Exercise brief:
Search the data for the string "filename" and copy each line where it turns up.

Given data:

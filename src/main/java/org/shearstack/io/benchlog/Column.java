package org.shearstack.io.benchlog;

import java.util.Locale;
import java.util.Optional;
import java.util.regex.Matcher;
import java.util.regex.Pattern;

/** A header field split into a quantity and an optional unit ("speed [rpm]", "time_ms", "rpm"). */
record Column(Quantity quantity, String name, String unit) {
    /** What a column holds. */
    enum Quantity {
        TIME, SPEED, VOLTAGE, CURRENT, OTHER
    }

    private static final Pattern BRACKETED = Pattern.compile("^(.*?)\\s*[\\[(](.*?)[\\])]\\s*$");
    private static final Pattern SUFFIX = Pattern.compile("^(.*?)[_ ](s|ms|sec|rpm|hz|rad/s|v|a|ma|mv)$");

    static Column parse(String field) {
        String f = field.trim().toLowerCase(Locale.ROOT);
        String name = f;
        String unit = "";
        Matcher m = BRACKETED.matcher(f);
        Matcher sfx = SUFFIX.matcher(f);
        if (m.matches()) {
            name = m.group(1).trim();
            unit = m.group(2).trim();
        } else if (f.contains(" in ")) {
            name = f.substring(0, f.indexOf(" in ")).trim();
            unit = f.substring(f.indexOf(" in ") + 4).trim();
        } else if (sfx.matches()) {
            name = sfx.group(1).trim();
            unit = sfx.group(2);
        }
        if (unit.isEmpty()) {
            // a bare unit as the name: "rpm", "ms", "hz"
            if (SpeedUnit.fromSymbol(name).isPresent()) {
                return new Column(Quantity.SPEED, name, name);
            }
            if (LogTimeUnit.fromSymbol(name).isPresent()) {
                return new Column(Quantity.TIME, name, name);
            }
        }
        Quantity q = quantityOf(name);
        if (q == Quantity.OTHER && !unit.isEmpty()) {
            if (SpeedUnit.fromSymbol(unit).isPresent()) {
                q = Quantity.SPEED;
            } else if (LogTimeUnit.fromSymbol(unit).isPresent()) {
                q = Quantity.TIME;
            }
        }
        return new Column(q, name, unit);
    }

    private static Quantity quantityOf(String name) {
        switch (name) {
            case "t", "time", "timestamp", "elapsed", "elapsed time":
                return Quantity.TIME;
            case "speed", "rotor speed", "shaft speed", "omega", "w", "n", "rpm", "frequency", "freq",
                    "angular speed", "rotation", "rotational speed":
                return Quantity.SPEED;
            case "v", "u", "voltage", "volts", "generator voltage", "terminal voltage":
                return Quantity.VOLTAGE;
            case "i", "current", "amps", "generator current", "load current":
                return Quantity.CURRENT;
            default:
                return Quantity.OTHER;
        }
    }

    /** Scale from this column's unit to V or A (1 for V/A or no unit, 1e-3 for mV/mA); empty if unknown. */
    Optional<Double> electricalScale() {
        switch (unit) {
            case "", "v", "a":
                return Optional.of(1.0);
            case "mv", "ma":
                return Optional.of(1e-3);
            default:
                return Optional.empty();
        }
    }
}
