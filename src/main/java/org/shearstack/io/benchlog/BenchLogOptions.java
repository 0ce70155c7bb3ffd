package org.shearstack.io.benchlog;

import java.util.Optional;

/**
 * Units given outside the file (command-line options); empty means "take it from the header".
 *
 * @param timeUnit  unit of the time column
 * @param speedUnit unit of the speed column
 */
public record BenchLogOptions(Optional<LogTimeUnit> timeUnit, Optional<SpeedUnit> speedUnit) {
    /** No units given: the header must carry them. */
    public static final BenchLogOptions FROM_HEADER = new BenchLogOptions(Optional.empty(), Optional.empty());
}
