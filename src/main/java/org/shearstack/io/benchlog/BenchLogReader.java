package org.shearstack.io.benchlog;

import java.io.BufferedReader;
import java.io.IOException;
import java.io.InputStream;
import java.io.InputStreamReader;
import java.io.Reader;
import java.nio.charset.StandardCharsets;
import java.nio.file.Files;
import java.nio.file.Path;
import java.util.ArrayList;
import java.util.List;
import java.util.Locale;
import org.shearstack.check.Finding;
import org.shearstack.check.Severity;
import org.shearstack.physics.dyno.SpeedLog;

/**
 * Reads a tachometer log in CSV-like text: '#' comment lines and blank lines are skipped; the separator
 * is ';', tab, ',' or spaces (first found in that order); a first line with a non-number is the header,
 * naming the time, speed and optional voltage and current columns with their units ("time [s]",
 * "speed (rpm)", "t_ms", "Hz"); decimal commas are accepted when the separator is not a comma. Bad data
 * lines are skipped and reported; a log where more than a tenth of the lines are bad, time runs
 * backwards, or fewer than {@link #MIN_SAMPLES} samples remain is refused with located problems.
 */
public final class BenchLogReader {
    /** Fewest samples a usable log has. */
    public static final int MIN_SAMPLES = 20;
    /** Largest file read, in bytes. */
    public static final long MAX_BYTES = 64L << 20;

    private BenchLogReader() {
    }

    /** Reads a log file. */
    public static BenchLog read(Path file, BenchLogOptions options) throws BenchLogException, IOException {
        String name = file.toString();
        long size = Files.size(file);
        if (size > MAX_BYTES) {
            throw new BenchLogException(new LogProblem(name, 0, 0, "a log of at most " + (MAX_BYTES >> 20) + " MiB",
                    (size >> 20) + " MiB"));
        }
        try (InputStream in = Files.newInputStream(file)) {
            return read(new InputStreamReader(in, StandardCharsets.UTF_8), name, options);
        }
    }

    /** Reads a log from text; {@code name} is used in messages. */
    public static BenchLog read(Reader text, String name, BenchLogOptions options)
            throws BenchLogException, IOException {
        List<String> lines = new ArrayList<>();
        try (BufferedReader r = new BufferedReader(text)) {
            for (String l = r.readLine(); l != null; l = r.readLine()) {
                lines.add(lines.isEmpty() && l.startsWith("\uFEFF") ? l.substring(1) : l);
            }
        }
        return new Parse(name, lines, options).run();
    }

    /** One parse of one file. */
    private static final class Parse {
        private final String file;
        private final List<String> lines;
        private final BenchLogOptions options;
        private final List<Finding> findings = new ArrayList<>();
        private final List<LogProblem> badLines = new ArrayList<>();

        Parse(String file, List<String> lines, BenchLogOptions options) {
            this.file = file;
            this.lines = lines;
            this.options = options;
        }

        BenchLog run() throws BenchLogException {
            List<Integer> content = new ArrayList<>();
            for (int i = 0; i < lines.size(); i++) {
                String t = lines.get(i).trim();
                if (!t.isEmpty() && !t.startsWith("#") && !t.startsWith("//")) {
                    content.add(i);
                }
            }
            if (content.isEmpty()) {
                throw new BenchLogException(new LogProblem(file, 0, 0, "a header line and samples", "no data lines"));
            }
            Separator sep = Separator.detect(lines, content);
            int first = content.get(0);
            String[] firstFields = sep.split(lines.get(first));
            boolean hasHeader = false;
            for (String f : firstFields) {
                if (sep.number(f) == null) {
                    hasHeader = true;
                    break;
                }
            }
            Layout layout = hasHeader ? Layout.fromHeader(file, first + 1, firstFields, options, findings)
                    : Layout.positional(file, first + 1, firstFields.length, options);
            List<double[]> rows = new ArrayList<>();
            List<Integer> rowLines = new ArrayList<>();
            int dataLines = 0;
            for (int k = hasHeader ? 1 : 0; k < content.size(); k++) {
                int lineNo = content.get(k) + 1;
                dataLines++;
                double[] row = parseRow(sep, layout, lines.get(content.get(k)), lineNo);
                if (row != null) {
                    rows.add(row);
                    rowLines.add(lineNo);
                }
            }
            if (badLines.size() > Math.max(3, dataLines / 10)) {
                List<LogProblem> shown = new ArrayList<>(badLines.subList(0, Math.min(20, badLines.size())));
                shown.add(new LogProblem(file, 0, 0, "at most a tenth of the data lines bad",
                        badLines.size() + " of " + dataLines + " bad"));
                throw new BenchLogException(shown);
            }
            for (LogProblem p : badLines) {
                findings.add(finding("LOG-BAD-LINE", "Skipped " + p.message() + ".", p.line()));
            }
            return build(rows, rowLines, layout);
        }

        private double[] parseRow(Separator sep, Layout layout, String line, int lineNo) {
            String[] f = sep.split(line);
            if (f.length != layout.fieldCount()) {
                String hint = sep == Separator.COMMA && f.length > layout.fieldCount()
                        ? " (decimal commas need ';' or tab as separator)" : "";
                badLines.add(new LogProblem(file, lineNo, 0, layout.fieldCount() + " fields" + hint,
                        f.length + " fields"));
                return null;
            }
            double[] row = new double[4];
            int[] cols = layout.indices();
            for (int q = 0; q < 4; q++) {
                if (cols[q] < 0) {
                    row[q] = Double.NaN;
                    continue;
                }
                Double v = sep.number(f[cols[q]]);
                if (v == null || !Double.isFinite(v)) {
                    badLines.add(new LogProblem(file, lineNo, cols[q] + 1, "a number for " + Layout.NAMES[q],
                            LogProblem.quote(f[cols[q]].trim())));
                    return null;
                }
                if (q == 1 && v < 0) {
                    badLines.add(new LogProblem(file, lineNo, cols[q] + 1, "a speed >= 0", LogProblem.quote(f[cols[q]].trim())));
                    return null;
                }
                row[q] = v;
            }
            return row;
        }

        private BenchLog build(List<double[]> rows, List<Integer> rowLines, Layout layout) throws BenchLogException {
            List<double[]> kept = new ArrayList<>();
            List<Integer> repeats = new ArrayList<>();
            for (int k = 0; k < rows.size(); k++) {
                double t = rows.get(k)[0];
                if (!kept.isEmpty()) {
                    double prev = kept.get(kept.size() - 1)[0];
                    int prevLine = (int) kept.get(kept.size() - 1)[4];
                    if (t < prev) {
                        throw new BenchLogException(new LogProblem(file, rowLines.get(k), layout.indices()[0] + 1,
                                String.format(Locale.ROOT, "a time after %s %s (line %d); samples must be in time"
                                        + " order (two logs joined together?)", fmt(prev), layout.timeUnit().symbol(),
                                        prevLine), fmt(t) + " " + layout.timeUnit().symbol()));
                    }
                    if (t == prev) {
                        repeats.add(rowLines.get(k));
                        continue;
                    }
                }
                double[] r = rows.get(k);
                kept.add(new double[] {r[0], r[1], r[2], r[3], rowLines.get(k)});
            }
            if (!repeats.isEmpty()) {
                findings.add(finding("LOG-TIME-REPEAT", String.format(Locale.ROOT, "Skipped %d sample(s) that repeat"
                        + " the time of the line before (lines %s); the first sample at each time is kept.",
                        repeats.size(), listLines(repeats)), repeats.get(0)));
            }
            if (kept.size() < MIN_SAMPLES) {
                throw new BenchLogException(new LogProblem(file, 0, 0, "at least " + MIN_SAMPLES + " samples",
                        kept.size() + (badLines.isEmpty() && repeats.isEmpty() ? "" : " after skipping bad lines")));
            }
            int n = kept.size();
            double[] t = new double[n];
            double[] w = new double[n];
            double[] v = layout.indices()[2] >= 0 ? new double[n] : null;
            double[] a = layout.indices()[3] >= 0 ? new double[n] : null;
            for (int k = 0; k < n; k++) {
                double[] r = kept.get(k);
                t[k] = layout.timeUnit().toSeconds(r[0]);
                w[k] = layout.speedUnit().toRadPerS(r[1]);
                if (v != null) {
                    v[k] = r[2] * layout.voltageScale();
                }
                if (a != null) {
                    a[k] = r[3] * layout.currentScale();
                }
            }
            return new BenchLog(file, SpeedLog.of(t, w, v, a), findings, layout.describe());
        }

        private Finding finding(String code, String message, int line) {
            return new Finding(code, Severity.CAUTION, message, line, Double.NaN, "line", Double.NaN, "",
                    file, code, "", null);
        }
    }

    static String fmt(double v) {
        return String.format(Locale.ROOT, "%.6g", v).replaceAll("\\.?0+$", "").replaceAll("\\.?0+e", "e");
    }

    private static String listLines(List<Integer> lines) {
        StringBuilder s = new StringBuilder();
        for (int k = 0; k < Math.min(10, lines.size()); k++) {
            s.append(k == 0 ? "" : ", ").append(lines.get(k));
        }
        return lines.size() > 10 ? s + ", …" : s.toString();
    }
}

Result of this task:
filename src/main/java/org/shearstack/io/benchlog/Column.java
filename src/main/java/org/shearstack/io/benchlog/BenchLogOptions.java
filename src/main/java/org/shearstack/io/benchlog/BenchLogReader.java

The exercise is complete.